------ Material provided ------
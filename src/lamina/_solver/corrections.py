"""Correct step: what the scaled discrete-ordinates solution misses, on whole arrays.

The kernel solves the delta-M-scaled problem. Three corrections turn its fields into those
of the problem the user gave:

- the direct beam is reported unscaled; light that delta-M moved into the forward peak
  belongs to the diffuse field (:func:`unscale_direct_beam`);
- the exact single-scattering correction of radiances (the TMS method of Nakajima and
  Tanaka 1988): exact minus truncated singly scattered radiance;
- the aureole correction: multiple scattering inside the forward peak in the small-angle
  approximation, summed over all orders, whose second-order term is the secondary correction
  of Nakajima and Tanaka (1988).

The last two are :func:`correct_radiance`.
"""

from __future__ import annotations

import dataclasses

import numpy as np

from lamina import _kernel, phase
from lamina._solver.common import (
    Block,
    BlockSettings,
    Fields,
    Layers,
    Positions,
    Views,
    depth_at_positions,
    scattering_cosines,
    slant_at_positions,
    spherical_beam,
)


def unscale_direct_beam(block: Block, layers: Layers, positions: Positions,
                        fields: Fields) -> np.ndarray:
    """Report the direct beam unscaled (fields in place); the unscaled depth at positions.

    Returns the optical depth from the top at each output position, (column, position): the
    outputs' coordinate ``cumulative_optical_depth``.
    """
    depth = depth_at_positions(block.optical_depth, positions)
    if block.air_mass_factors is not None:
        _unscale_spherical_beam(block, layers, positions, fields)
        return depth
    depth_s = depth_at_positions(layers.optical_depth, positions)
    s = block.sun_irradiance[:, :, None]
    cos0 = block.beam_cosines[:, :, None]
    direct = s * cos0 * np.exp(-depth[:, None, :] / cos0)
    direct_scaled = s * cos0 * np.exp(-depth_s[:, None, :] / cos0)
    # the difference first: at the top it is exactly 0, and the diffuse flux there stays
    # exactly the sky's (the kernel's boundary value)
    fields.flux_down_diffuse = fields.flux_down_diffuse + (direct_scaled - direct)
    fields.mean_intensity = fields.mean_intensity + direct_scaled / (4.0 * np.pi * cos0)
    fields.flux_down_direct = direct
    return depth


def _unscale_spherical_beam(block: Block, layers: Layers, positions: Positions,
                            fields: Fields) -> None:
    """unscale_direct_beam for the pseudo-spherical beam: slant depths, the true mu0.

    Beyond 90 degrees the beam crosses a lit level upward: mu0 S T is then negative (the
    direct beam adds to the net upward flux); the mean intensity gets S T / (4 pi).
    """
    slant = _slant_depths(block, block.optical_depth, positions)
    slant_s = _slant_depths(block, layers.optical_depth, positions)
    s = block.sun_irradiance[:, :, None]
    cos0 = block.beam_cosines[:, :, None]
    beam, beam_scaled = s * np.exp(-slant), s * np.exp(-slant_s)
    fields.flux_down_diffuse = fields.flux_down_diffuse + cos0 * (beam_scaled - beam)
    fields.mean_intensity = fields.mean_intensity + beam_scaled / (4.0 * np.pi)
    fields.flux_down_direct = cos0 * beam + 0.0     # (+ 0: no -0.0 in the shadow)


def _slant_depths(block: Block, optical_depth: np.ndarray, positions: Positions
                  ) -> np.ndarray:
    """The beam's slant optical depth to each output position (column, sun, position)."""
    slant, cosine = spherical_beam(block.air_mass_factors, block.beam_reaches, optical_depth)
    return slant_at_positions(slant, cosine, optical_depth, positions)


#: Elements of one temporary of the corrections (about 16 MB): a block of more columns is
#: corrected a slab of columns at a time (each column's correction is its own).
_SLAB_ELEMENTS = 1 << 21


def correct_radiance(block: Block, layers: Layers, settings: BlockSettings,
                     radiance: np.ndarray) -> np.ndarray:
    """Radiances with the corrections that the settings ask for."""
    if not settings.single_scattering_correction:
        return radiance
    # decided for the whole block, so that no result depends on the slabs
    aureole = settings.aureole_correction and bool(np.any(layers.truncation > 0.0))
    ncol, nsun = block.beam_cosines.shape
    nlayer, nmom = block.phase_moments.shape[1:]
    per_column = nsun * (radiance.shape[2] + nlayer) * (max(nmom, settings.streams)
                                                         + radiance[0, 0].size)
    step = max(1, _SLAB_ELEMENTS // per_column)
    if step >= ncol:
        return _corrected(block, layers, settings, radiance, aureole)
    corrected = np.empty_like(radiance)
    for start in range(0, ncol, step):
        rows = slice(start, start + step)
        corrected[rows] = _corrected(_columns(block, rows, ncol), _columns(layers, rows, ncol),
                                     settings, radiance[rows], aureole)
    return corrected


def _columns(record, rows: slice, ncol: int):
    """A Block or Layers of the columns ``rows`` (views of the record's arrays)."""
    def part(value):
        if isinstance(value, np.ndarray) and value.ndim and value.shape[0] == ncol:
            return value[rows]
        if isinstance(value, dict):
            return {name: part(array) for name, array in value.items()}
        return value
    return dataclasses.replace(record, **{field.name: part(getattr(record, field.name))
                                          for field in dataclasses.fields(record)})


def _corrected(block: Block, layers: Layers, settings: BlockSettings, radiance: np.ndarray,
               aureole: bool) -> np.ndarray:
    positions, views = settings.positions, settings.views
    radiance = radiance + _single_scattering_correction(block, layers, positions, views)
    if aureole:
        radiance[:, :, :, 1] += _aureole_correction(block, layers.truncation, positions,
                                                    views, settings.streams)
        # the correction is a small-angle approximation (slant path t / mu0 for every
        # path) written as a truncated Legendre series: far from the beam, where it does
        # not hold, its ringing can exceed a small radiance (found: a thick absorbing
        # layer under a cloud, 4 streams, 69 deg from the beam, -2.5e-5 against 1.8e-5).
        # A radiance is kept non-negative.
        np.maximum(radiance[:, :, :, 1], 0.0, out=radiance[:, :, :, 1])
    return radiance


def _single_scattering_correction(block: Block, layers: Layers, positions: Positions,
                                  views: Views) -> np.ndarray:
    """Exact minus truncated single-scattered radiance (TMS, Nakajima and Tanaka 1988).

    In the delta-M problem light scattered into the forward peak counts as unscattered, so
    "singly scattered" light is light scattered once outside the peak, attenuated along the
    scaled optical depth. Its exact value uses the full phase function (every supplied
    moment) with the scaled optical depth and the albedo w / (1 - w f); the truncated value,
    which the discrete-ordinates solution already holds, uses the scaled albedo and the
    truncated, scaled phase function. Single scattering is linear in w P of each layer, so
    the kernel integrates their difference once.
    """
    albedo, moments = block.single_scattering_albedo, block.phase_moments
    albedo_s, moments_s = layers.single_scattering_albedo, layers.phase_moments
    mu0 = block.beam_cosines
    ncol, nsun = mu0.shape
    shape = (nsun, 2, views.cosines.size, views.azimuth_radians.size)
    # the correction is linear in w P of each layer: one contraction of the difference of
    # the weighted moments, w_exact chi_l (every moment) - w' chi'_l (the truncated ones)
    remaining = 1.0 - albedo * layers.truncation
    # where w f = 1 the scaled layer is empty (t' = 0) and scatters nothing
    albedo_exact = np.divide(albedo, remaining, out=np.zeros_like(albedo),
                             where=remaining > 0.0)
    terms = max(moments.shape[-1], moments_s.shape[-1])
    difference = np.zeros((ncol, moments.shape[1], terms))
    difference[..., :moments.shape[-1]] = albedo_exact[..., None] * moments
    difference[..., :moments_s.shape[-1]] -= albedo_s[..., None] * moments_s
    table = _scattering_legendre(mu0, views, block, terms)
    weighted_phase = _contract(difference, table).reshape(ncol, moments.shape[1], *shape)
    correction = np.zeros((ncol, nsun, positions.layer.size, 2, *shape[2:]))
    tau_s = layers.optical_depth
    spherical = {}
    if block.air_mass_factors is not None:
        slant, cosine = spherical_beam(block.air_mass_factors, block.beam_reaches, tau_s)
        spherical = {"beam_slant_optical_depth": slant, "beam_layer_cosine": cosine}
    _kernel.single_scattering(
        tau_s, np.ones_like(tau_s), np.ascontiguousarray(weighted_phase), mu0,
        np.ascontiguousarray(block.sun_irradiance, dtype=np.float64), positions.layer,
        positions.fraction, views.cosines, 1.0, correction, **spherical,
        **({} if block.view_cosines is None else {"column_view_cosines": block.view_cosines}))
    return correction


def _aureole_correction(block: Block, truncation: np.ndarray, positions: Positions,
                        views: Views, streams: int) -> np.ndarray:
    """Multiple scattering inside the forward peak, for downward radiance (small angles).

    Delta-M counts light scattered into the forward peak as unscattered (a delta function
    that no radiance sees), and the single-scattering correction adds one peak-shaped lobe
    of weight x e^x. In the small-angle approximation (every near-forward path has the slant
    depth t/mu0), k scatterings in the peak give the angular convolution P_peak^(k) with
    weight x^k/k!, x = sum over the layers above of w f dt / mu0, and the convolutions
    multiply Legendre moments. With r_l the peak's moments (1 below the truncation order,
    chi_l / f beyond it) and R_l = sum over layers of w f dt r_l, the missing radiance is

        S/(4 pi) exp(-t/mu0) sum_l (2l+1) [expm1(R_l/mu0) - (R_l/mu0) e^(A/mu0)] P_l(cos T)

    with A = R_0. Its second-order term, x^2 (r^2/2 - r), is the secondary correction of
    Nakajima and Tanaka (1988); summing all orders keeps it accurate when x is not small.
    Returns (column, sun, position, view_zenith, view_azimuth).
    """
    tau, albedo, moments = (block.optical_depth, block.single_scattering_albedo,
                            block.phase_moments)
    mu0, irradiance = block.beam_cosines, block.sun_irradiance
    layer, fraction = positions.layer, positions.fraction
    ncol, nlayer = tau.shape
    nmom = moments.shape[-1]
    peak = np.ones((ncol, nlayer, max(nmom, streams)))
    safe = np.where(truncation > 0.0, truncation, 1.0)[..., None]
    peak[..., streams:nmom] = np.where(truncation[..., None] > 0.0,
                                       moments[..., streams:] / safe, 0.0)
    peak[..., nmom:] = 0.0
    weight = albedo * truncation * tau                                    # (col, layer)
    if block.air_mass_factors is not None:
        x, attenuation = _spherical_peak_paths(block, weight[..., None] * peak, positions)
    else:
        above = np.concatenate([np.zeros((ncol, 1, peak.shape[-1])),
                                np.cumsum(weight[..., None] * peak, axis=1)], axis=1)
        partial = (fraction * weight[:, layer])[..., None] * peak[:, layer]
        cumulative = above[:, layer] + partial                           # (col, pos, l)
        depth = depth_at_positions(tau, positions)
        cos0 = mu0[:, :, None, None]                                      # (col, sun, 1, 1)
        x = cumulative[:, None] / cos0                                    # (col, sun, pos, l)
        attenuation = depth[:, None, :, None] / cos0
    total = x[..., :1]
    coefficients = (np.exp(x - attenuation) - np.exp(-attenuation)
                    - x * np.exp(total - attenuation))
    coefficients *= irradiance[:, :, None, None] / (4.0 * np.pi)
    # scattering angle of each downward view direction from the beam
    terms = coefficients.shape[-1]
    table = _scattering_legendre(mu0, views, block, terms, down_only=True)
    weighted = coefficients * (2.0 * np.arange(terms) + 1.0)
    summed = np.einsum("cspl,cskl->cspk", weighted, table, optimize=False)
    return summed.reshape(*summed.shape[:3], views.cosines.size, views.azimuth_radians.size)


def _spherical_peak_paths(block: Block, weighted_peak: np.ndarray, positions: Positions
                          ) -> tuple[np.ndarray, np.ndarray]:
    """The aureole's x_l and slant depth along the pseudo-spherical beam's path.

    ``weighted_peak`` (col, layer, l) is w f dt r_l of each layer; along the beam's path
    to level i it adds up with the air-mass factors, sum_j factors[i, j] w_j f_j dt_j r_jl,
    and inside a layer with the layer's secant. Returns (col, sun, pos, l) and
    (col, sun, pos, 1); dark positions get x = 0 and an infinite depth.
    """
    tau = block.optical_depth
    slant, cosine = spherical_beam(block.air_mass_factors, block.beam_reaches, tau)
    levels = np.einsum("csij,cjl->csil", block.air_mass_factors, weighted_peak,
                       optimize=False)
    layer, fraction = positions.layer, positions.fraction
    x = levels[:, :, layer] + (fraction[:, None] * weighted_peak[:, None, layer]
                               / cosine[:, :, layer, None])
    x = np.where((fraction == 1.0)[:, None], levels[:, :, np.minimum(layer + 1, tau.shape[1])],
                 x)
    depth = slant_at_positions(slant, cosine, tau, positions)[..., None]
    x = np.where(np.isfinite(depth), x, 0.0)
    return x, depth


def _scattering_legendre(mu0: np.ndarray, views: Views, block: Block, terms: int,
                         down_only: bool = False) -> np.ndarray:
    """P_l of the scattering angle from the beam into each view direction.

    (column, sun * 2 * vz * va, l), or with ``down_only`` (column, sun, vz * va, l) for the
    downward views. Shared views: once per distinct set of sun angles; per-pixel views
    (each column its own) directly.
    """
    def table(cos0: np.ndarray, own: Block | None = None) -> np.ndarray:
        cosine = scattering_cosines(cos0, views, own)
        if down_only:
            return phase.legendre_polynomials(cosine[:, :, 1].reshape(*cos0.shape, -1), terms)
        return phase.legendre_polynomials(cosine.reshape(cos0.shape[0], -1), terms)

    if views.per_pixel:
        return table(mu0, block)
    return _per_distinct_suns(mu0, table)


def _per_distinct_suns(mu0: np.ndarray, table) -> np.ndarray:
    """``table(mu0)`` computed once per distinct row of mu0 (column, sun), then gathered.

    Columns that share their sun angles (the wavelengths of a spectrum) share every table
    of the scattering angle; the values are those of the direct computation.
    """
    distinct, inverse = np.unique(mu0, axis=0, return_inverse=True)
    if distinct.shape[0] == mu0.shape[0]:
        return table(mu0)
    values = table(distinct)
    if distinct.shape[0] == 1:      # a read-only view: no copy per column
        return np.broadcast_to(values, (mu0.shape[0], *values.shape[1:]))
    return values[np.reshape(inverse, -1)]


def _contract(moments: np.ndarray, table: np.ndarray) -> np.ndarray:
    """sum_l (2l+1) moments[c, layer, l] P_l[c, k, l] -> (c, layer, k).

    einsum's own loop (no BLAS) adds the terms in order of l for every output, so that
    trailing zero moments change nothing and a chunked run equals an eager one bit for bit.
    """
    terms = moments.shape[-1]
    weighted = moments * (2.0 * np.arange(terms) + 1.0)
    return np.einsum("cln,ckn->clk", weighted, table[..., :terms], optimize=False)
------
Every line holding the word "where" should be copied out of the records above.

        # path) written as a truncated Legendre series: far from the beam, where it does
    # where w f = 1 the scaled layer is empty (t' = 0) and scatters nothing
                             where=remaining > 0.0)
    safe = np.where(truncation > 0.0, truncation, 1.0)[..., None]
    peak[..., streams:nmom] = np.where(truncation[..., None] > 0.0,
    x = np.where((fraction == 1.0)[:, None], levels[:, :, np.minimum(layer + 1, tau.shape[1])],
    x = np.where(np.isfinite(depth), x, 0.0)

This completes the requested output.